▶ [Problem to work on]
What lines in this listing contain the string "xmlns"? Report each one by copying it.
-- Data for the task follows --
# The bridge turns a grid result outside its tolerance into a #NUM! error value or a warning column,
# so the engine's GridWarning (attributed to the bridge module that called price_layers) would only
# repeat it in the function server's log, once per distinct message.
warnings.filterwarnings("ignore", category=GridWarning, module=r"layerwise\.addin(\.|$)")

CATEGORY = "layerwise"  # Excel's function-wizard category

# One-line argument help texts (Excel shows at most 255 characters).
HELP = {
    "model": "Model reference from an LW_MODEL_ function (or a typed 'freqsev(poisson 5, lognormal 2e6 2.5)').",
    "attachment": "Layer attachment (retention) in currency units, >= 0: per loss for an occurrence layer, on the annual total for an aggregate layer.",
    "limit": "Layer limit in currency units, > 0, or 'unlimited'.",
    "distortion": "Distortion reference from LW_DISTORTION, LW_DISTORTION_BLEND or LW_DISTORTION_TABLE, or typed, e.g. 'wang 0.4', 'ph 0.8', 'tvar 99%'.",
    "share": "Share of the layer written, in (0, 1]; empty = 1 (100%).",
    "basis": "'occurrence' (each loss) or 'aggregate' (annual total); empty = per occurrence for frequency-severity and year-event models, annual total for year loss and scenario tables.",
    "reinstatements": "Number of reinstatements of a per-occurrence layer (aggregate limit = limit x (1 + n)); empty = unlimited.",
    "agg_deductible": "Annual aggregate deductible of a per-occurrence layer, >= 0; empty = none.",
}

_BASES = {
    "occurrence": "occurrence", "occ": "occurrence", "per_occurrence": "occurrence", "each_loss": "occurrence",
    "event": "occurrence", "per_event": "occurrence",
    "aggregate": "aggregate", "agg": "aggregate", "annual": "aggregate", "annual_total": "aggregate",
    "stop_loss": "aggregate",
}
_STATISTICS = {
    "expected_loss": "expected_loss", "mean": "expected_loss", "el": "expected_loss",
    "std": "std", "sd": "std", "stdev": "std", "standard_deviation": "std",
    "cv": "cv", "coefficient_of_variation": "cv",
    "prob_attach": "prob_attach", "attach": "prob_attach", "probability_of_attachment": "prob_attach",
    "prob_exhaust": "prob_exhaust", "exhaust": "prob_exhaust", "probability_of_exhaustion": "prob_exhaust",
    "var": "var", "quantile": "var", "value_at_risk": "var",
    "tvar": "tvar", "tail_value_at_risk": "tvar", "expected_shortfall": "tvar",
}
_METHODS = {"moment": "moment", "moments": "moment", "rounding": "rounding", "round": "rounding"}
_IDENTITY = TVaRDistortion(0.0)  # g(s) = s: prices at the expected loss


# =========================================================================== xlwings decorators
# In Excel (Windows, classic add-in) xw.func / xw.arg / xw.ret are xlwings.udfs' decorators, which
# record the function's metadata in ``f.__xlfunc__`` for "Import Python UDFs" (the docstring becomes
# the function description, ``doc=`` the argument help). Elsewhere (Linux, macOS, headless) xlwings
# 0.37 exports no-op stand-ins, so the shims below still call xw.*, and only when that recorded
# nothing they record the same metadata themselves: the function reference, the tests and the
# headless path then see exactly what Excel would register.
def _probe():
    """probe"""


_NATIVE = hasattr(xw.func(_probe), "__xlfunc__")


def _meta(f):
    if not hasattr(f, "__xlfunc__"):
        args = []
        for pos, p in enumerate(inspect.signature(f).parameters.values()):
            if p.kind not in (p.POSITIONAL_OR_KEYWORD, p.VAR_POSITIONAL):
                raise TypeError("xlwings does not support UDFs with keyword arguments")
            info = {"name": p.name, "pos": pos, "vba": None, "doc": f"Positional argument {pos + 1}",
                    "vararg": p.kind is p.VAR_POSITIONAL, "options": {}}
            if p.default is not p.empty:
                info["optional"] = p.default
            args.append(info)
        f.__xlfunc__ = {
            "name": f.__name__, "sub": False, "args": args, "argmap": {a["name"]: a for a in args},
            "ret": {"doc": f.__doc__ if f.__doc__ is not None else f"Python function '{f.__name__}'", "options": {}},
            "category": "xlwings", "call_in_wizard": True, "volatile": False, "async_mode": None,
        }
    return f


def xl_func(**options):
    """``@xw.func(**options)``; records the metadata when xlwings' decorator is a stand-in."""

    def inner(f):
        f = xw.func(**options)(f)
        if not _NATIVE:
            meta = _meta(f).__xlfunc__
            meta["category"] = options.get("category", "xlwings")
            meta["call_in_wizard"] = bool(options.get("call_in_wizard", True))
            meta["volatile"] = bool(options.get("volatile", False))
            meta["async_mode"] = options.get("async_mode")
        return f

    return inner


def xl_arg(name: str, **options):
    """``@xw.arg(name, **options)`` (``doc=`` is the argument's help text)."""

    def inner(f):
        f = xw.arg(name, **options)(f)
        if not _NATIVE:
            meta = _meta(f).__xlfunc__
            if name not in meta["argmap"]:
                raise TypeError(f"Invalid argument name {name!r}.")
            a = meta["argmap"][name]
            opts = dict(options)
            for special in ("vba", "doc"):
                if special in opts:
                    a[special] = opts.pop(special)
            a["options"].update(opts)
        return f

    return inner


def xl_ret(**options):
    """``@xw.ret(**options)``, e.g. ``expand="table"`` for a spilled table."""

    def inner(f):
        f = xw.ret(**options)(f)
        if not _NATIVE:
            _meta(f).__xlfunc__["ret"]["options"].update(options)
        return f

    return inner


# =========================================================================== the wrapper
def cell_function(fn):
    """Make ``fn`` safe for a cell: errors become text error values naming the function and argument.

    Also turns scalar results into cell values (NaN/inf become #NUM! error values).
    Apply it first (innermost), then the xlwings decorators (``xl_ret``, ``xl_arg``, ``xl_func`` outermost).
    """
    name = fn.__name__
    sig = inspect.signature(fn)
    params = set(sig.parameters)

    @functools.wraps(fn)
    def wrapper(*args, **kwargs):
        try:
            sig.bind(*args, **kwargs)
        except TypeError as exc:
            return cells.error_value("#VALUE!", name, "arguments", str(exc))
        try:
            out = fn(*args, **kwargs)
        except InputError as exc:
            code = getattr(exc, "code", "#VALUE!")
            if exc.argument not in params and "model" in params:
                # e.g. a model's own bucket that does not fit the layer: report it under the model
                return cells.error_value(code, name, "model", f"{exc.argument}: {exc.message}")
            return cells.error_value(code, name, exc.argument, exc.message)
        except Exception as exc:  # never let a failure out of the bridge
            log.exception("%s failed", name)
            return cells.error_value("#VALUE!", name, "internal", f"{type(exc).__name__}: {exc}")
        if isinstance(out, list):
            return out
        return cells.to_cell(out, name)

    wrapper.__cell_function__ = True
    return wrapper


def _args(*names, **docs):
    """Apply xlwings' ``@xl_arg(name, doc=..., err_to_str=True)`` for each argument (help from HELP or ``docs``)."""

    def inner(f):
        for n in reversed(names):
            f = xl_arg(n, doc=docs.get(n, HELP.get(n)), err_to_str=True)(f)
        return f

    return inner


# =========================================================================== helpers
def _blamed(argument, fn, *args):
    """Call an engine constructor; its InputErrors are reported under ``argument``."""
    try:
        return fn(*args)
    except CellInputError:
        raise
    except InputError as exc:
        detail = exc.message if exc.argument == argument else f"{exc.argument}: {exc.message}"
        raise CellInputError(argument, detail) from None


def _params(values, first: str = "param"):
    """Positional parameters param1, param2, ... (floats), stopping at the first empty one."""
    out, gap = [], None
    for i, v in enumerate(values, start=1):
        x = cells.number(v, f"{first}{i}", default=None)
        if x is None:
            gap = gap or i
        elif gap is not None:
            raise CellInputError(f"{first}{i}", f"is given but {first}{gap} is empty")
        else:
            out.append(x)
    return out
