"""Add a worksheet of PNG images to an existing .xlsx, leaving every other part as it was.

A priced copy (see :mod:`layerwise.addin.recalc`) holds formulas *and* their
cached values, which openpyxl cannot keep together: loading it with openpyxl
and saving it again would drop the cached values (and any charts or pictures
already in the file). So images are added the way cached values are written,
at the level of the zip package: :func:`add_image_sheet` copies every entry
and adds

* a worksheet part with a title (and optional caption lines) in column A,
* a drawing part anchoring each picture below the previous one,
* the PNG files under ``xl/media/``,
* the relationships and content types that tie them in, and the sheet's
  entry at the end of the workbook's sheet list (so existing sheet indices,
  used by print areas and other sheet-local names, do not change).

The result opens in Excel, LibreOffice and openpyxl. The output is written
atomically (see :func:`layerwise.addin.xlsx_values.atomic_output`); the source
may be the target.
"""
from __future__ import annotations

import posixpath
import re
import struct
import textwrap
import zipfile
from dataclasses import dataclass
from pathlib import Path
from xml.sax.saxutils import escape, quoteattr

from .xlsx_values import _package_parts, atomic_output

__all__ = ["Picture", "add_image_sheet", "png_size"]

_NS_REL = "http://schemas.openxmlformats.org/officeDocument/2006/relationships"
_NS_MAIN = "http://schemas.openxmlformats.org/spreadsheetml/2006/main"
_T_WORKSHEET = _NS_REL + "/worksheet"
_T_DRAWING = _NS_REL + "/drawing"
_T_IMAGE = _NS_REL + "/image"
_CT_WORKSHEET = "application/vnd.openxmlformats-officedocument.spreadsheetml.worksheet+xml"
_CT_DRAWING = "application/vnd.openxmlformats-officedocument.drawing+xml"
_EMU_PER_PX = 9525  # at 96 pixels per inch
_ROW_PX = 20  # default row height, 15 points
_WRAP_AT = 110  # characters per line of the title and notes
_SHEET_NAME_BAD = re.compile(r"[\[\]:*?/\\]")


@dataclass(frozen=True)
class Picture:
    """A PNG file, its caption (one line above it) and its displayed width in pixels (height keeps the aspect)."""

    path: Path
    caption: str = ""
    width_px: int | None = None


def png_size(path) -> tuple[int, int]:
    """(width, height) in pixels, from the PNG header."""
    with open(path, "rb") as fh:
        head = fh.read(24)
    if len(head) < 24 or head[:8] != b"\x89PNG\r\n\x1a\n" or head[12:16] != b"IHDR":
        raise ValueError(f"{path} is not a PNG file")
    return struct.unpack(">II", head[16:24])


def _unused(names: set[str], pattern: str) -> str:
    i = 1
    while pattern.format(i) in names:
        i += 1
    return pattern.format(i)


def _rel_id(xml: str) -> str:
    used = set(re.findall(r'\bId\s*=\s*"([^"]*)"', xml))
    return _unused(used, "rId{}")


def _relative(from_part: str, to_part: str) -> str:
    return posixpath.relpath(to_part, posixpath.dirname(from_part))


def _rels_part(part: str) -> str:
    folder, base = posixpath.split(part)
    return posixpath.join(folder, "_rels", base + ".rels")


def _add_relationship(xml: str | None, rid: str, rtype: str, target: str) -> str:
    rel = f'<Relationship Id="{rid}" Type="{rtype}" Target={quoteattr(target)}/>'
    if xml is None:
        return ('<?xml version="1.0" encoding="UTF-8" standalone="yes"?>\n'
                f'<Relationships xmlns="http://schemas.openxmlformats.org/package/2006/relationships">{rel}</Relationships>')
    i = xml.rindex("</Relationships>")
    return xml[:i] + rel + xml[i:]


def _add_content_types(xml: str, overrides: dict[str, str]) -> str:
    add = ""
    if not re.search(r'<Default\b[^>]*Extension\s*=\s*"png"', xml, re.I):
        add += '<Default Extension="png" ContentType="image/png"/>'
    for part, ctype in overrides.items():
        add += f'<Override PartName="/{part}" ContentType="{ctype}"/>'
    i = xml.rindex("</Types>")
    return xml[:i] + add + xml[i:]


def _add_sheet_entry(xml: str, name: str, rid: str) -> str:
    m = re.search(r"<((?:[A-Za-z_][\w.-]*:)?)sheets\b[^>]*>", xml)
    if m is None:
        raise ValueError("workbook part has no <sheets> list")
    prefix = m.group(1)
    ids = [int(x) for x in re.findall(r"<(?:[A-Za-z_][\w.-]*:)?sheet\b[^>]*?\bsheetId\s*=\s*\"(\d+)\"", xml)]
    sheet_id = max(ids, default=0) + 1
    # the prefix bound to the relationships namespace (usually r:), or a local declaration
    bound = re.search(r"xmlns:([A-Za-z_][\w.-]*)\s*=\s*\"" + re.escape(_NS_REL) + '"', xml)
    if bound:
        rattr = f'{bound.group(1)}:id="{rid}"'
    else:
        rattr = f'xmlns:lwr="{_NS_REL}" lwr:id="{rid}"'
    entry = f"<{prefix}sheet name={quoteattr(name)} sheetId=\"{sheet_id}\" {rattr}/>"
    close = xml.index(f"</{prefix}sheets>", m.end())
    return xml[:close] + entry + xml[close:]


def _sheet_xml(lines: list[tuple[int, str]]) -> str:
    rows = []
    for r, text in lines:  # in the workbook's default style: other styles would mean editing styles.xml
        space = ' xml:space="preserve"' if text != text.strip() else ""
        rows.append(f'<row r="{r}"><c r="A{r}" t="inlineStr"><is><t{space}>{escape(text)}</t></is></c></row>')
    return (
        '<?xml version="1.0" encoding="UTF-8" standalone="yes"?>\n'
        f'<worksheet xmlns="{_NS_MAIN}" xmlns:r="{_NS_REL}">'
        '<sheetPr><pageSetUpPr fitToPage="1"/></sheetPr>'
        '<sheetViews><sheetView workbookViewId="0" showGridLines="0"/></sheetViews>'
        '<sheetFormatPr defaultRowHeight="15"/>'
        f'<sheetData>{"".join(rows)}</sheetData>'
        '<pageMargins left="0.5" right="0.5" top="0.6" bottom="0.6" header="0.3" footer="0.3"/>'
        '<pageSetup orientation="portrait" fitToWidth="1" fitToHeight="0"/>'  # one page wide
        '<drawing r:id="rId1"/>'
        "</worksheet>"
    )


def _drawing_xml(anchors: list[tuple[int, int, int, str, str]]) -> str:
    """anchors: (row index from 0, width px, height px, image relationship id, description)."""
    out = []
    for i, (row, w, h, rid, descr) in enumerate(anchors, start=1):
        cx, cy = w * _EMU_PER_PX, h * _EMU_PER_PX
        out.append(
            "<xdr:oneCellAnchor>"
            f"<xdr:from><xdr:col>0</xdr:col><xdr:colOff>0</xdr:colOff><xdr:row>{row}</xdr:row><xdr:rowOff>0</xdr:rowOff></xdr:from>"
            f'<xdr:ext cx="{cx}" cy="{cy}"/>'
            "<xdr:pic>"
            f'<xdr:nvPicPr><xdr:cNvPr id="{i + 1}" name="Picture {i}" descr={quoteattr(descr)}/>'
            '<xdr:cNvPicPr><a:picLocks noChangeAspect="1"/></xdr:cNvPicPr></xdr:nvPicPr>'
            f'<xdr:blipFill><a:blip r:embed="{rid}"/><a:stretch><a:fillRect/></a:stretch></xdr:blipFill>'
            f'<xdr:spPr><a:xfrm><a:off x="0" y="0"/><a:ext cx="{cx}" cy="{cy}"/></a:xfrm>'
            '<a:prstGeom prst="rect"><a:avLst/></a:prstGeom></xdr:spPr>'
            "</xdr:pic><xdr:clientData/></xdr:oneCellAnchor>"
        )
    return (
        '<?xml version="1.0" encoding="UTF-8" standalone="yes"?>\n'
        '<xdr:wsDr xmlns:xdr="http://schemas.openxmlformats.org/drawingml/2006/spreadsheetDrawing" '
        f'xmlns:a="http://schemas.openxmlformats.org/drawingml/2006/main" xmlns:r="{_NS_REL}">'
        + "".join(out) + "</xdr:wsDr>"
    )


def _check_name(name: str, existing) -> str:
    if not name or len(name) > 31 or _SHEET_NAME_BAD.search(name) or name.startswith("'") or name.endswith("'"):
        raise ValueError(f"{name!r} is not a valid sheet name (1-31 characters, none of []:*?/\\, no leading or trailing ')")
    taken = {s.upper() for s in existing}
    if name.upper() not in taken:
        return name
    for i in range(2, 100):
        candidate = f"{name[:27]} ({i})"
        if candidate.upper() not in taken:
            return candidate
    raise ValueError(f"too many sheets named like {name!r}")


def add_image_sheet(source, target, pictures, *, sheet_name: str = "Charts", title: str = "",
                    notes=()) -> str:
    """Copy the xlsx ``source`` to ``target`` with a new last sheet showing ``pictures``; returns the sheet's name.

    ``pictures`` are :class:`Picture` objects (or paths). ``title`` and ``notes``
    are text lines at the top of the sheet; each picture has its caption on
    the line above it. If ``sheet_name`` is taken, " (2)", " (3)", ... is added.
    """
    pics = [p if isinstance(p, Picture) else Picture(Path(p)) for p in pictures]
    if not pics:
        raise ValueError("no pictures given")
    sizes = []
    for p in pics:
        w, h = png_size(p.path)
        if p.width_px:
            h, w = round(h * p.width_px / w), int(p.width_px)
        sizes.append((w, h))
    with zipfile.ZipFile(source) as src:
        names = set(src.namelist())
        wb_part, parts = _package_parts(src)
        name = _check_name(sheet_name, parts)
        sheet_part = _unused(names, "xl/worksheets/sheet{}.xml")
        drawing_part = _unused(names, "xl/drawings/drawing{}.xml")
        media, k = [], 1
        for _ in pics:
            while f"xl/media/image{k}.png" in names:
                k += 1
            media.append(f"xl/media/image{k}.png")
            k += 1

        lines: list[tuple[int, str]] = []
        row = 1
        for text in [title, *notes]:
            for piece in textwrap.wrap(text, _WRAP_AT) if text else ():
                lines.append((row, piece))
                row += 1
        row += 1
        anchors = []
        for i, (p, (w, h), part) in enumerate(zip(pics, sizes, media), start=1):
            if p.caption:
                lines.append((row, p.caption))
                row += 1
            anchors.append((row - 1, w, h, f"rId{i}", p.caption or p.path.name))
            row += -(-h // _ROW_PX) + 2

        wb_rels_part = _rels_part(wb_part)
        wb_rels = src.read(wb_rels_part).decode("utf-8")
        sheet_rid = _rel_id(wb_rels)
        new_parts = {
            sheet_part: _sheet_xml(lines),
            _rels_part(sheet_part): _add_relationship(None, "rId1", _T_DRAWING, _relative(sheet_part, drawing_part)),
            drawing_part: _drawing_xml(anchors),
        }
        drawing_rels = None
        for i, part in enumerate(media, start=1):
            drawing_rels = _add_relationship(drawing_rels, f"rId{i}", _T_IMAGE, _relative(drawing_part, part))
        new_parts[_rels_part(drawing_part)] = drawing_rels
        edits = {
            wb_part: _add_sheet_entry(src.read(wb_part).decode("utf-8"), name, sheet_rid),
            wb_rels_part: _add_relationship(wb_rels, sheet_rid, _T_WORKSHEET, _relative(wb_part, sheet_part)),
            "[Content_Types].xml": _add_content_types(
                src.read("[Content_Types].xml").decode("utf-8"), {sheet_part: _CT_WORKSHEET, drawing_part: _CT_DRAWING}),
        }
        with atomic_output(target) as tmp:
            with zipfile.ZipFile(tmp, "w", zipfile.ZIP_DEFLATED) as dst:
                for info in src.infolist():
                    data = src.read(info)
                    if info.filename in edits:
                        data = edits[info.filename].encode("utf-8")
                    dst.writestr(info, data, compress_type=info.compress_type)
                for part, xml in new_parts.items():
                    dst.writestr(part, xml.encode("utf-8"))
                for p, part in zip(pics, media):
                    dst.write(p.path, part, compress_type=zipfile.ZIP_STORED)
    return name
-- Data for the task concluded --
▶ [Result for this task]
                f'<Relationships xmlns="http://schemas.openxmlformats.org/package/2006/relationships">{rel}</Relationships>')
    bound = re.search(r"xmlns:([A-Za-z_][\w.-]*)\s*=\s*\"" + re.escape(_NS_REL) + '"', xml)
        rattr = f'xmlns:lwr="{_NS_REL}" lwr:id="{rid}"'
        f'<worksheet xmlns="{_NS_MAIN}" xmlns:r="{_NS_REL}">'
        '<xdr:wsDr xmlns:xdr="http://schemas.openxmlformats.org/drawingml/2006/spreadsheetDrawing" '
        f'xmlns:a="http://schemas.openxmlformats.org/drawingml/2006/main" xmlns:r="{_NS_REL}">'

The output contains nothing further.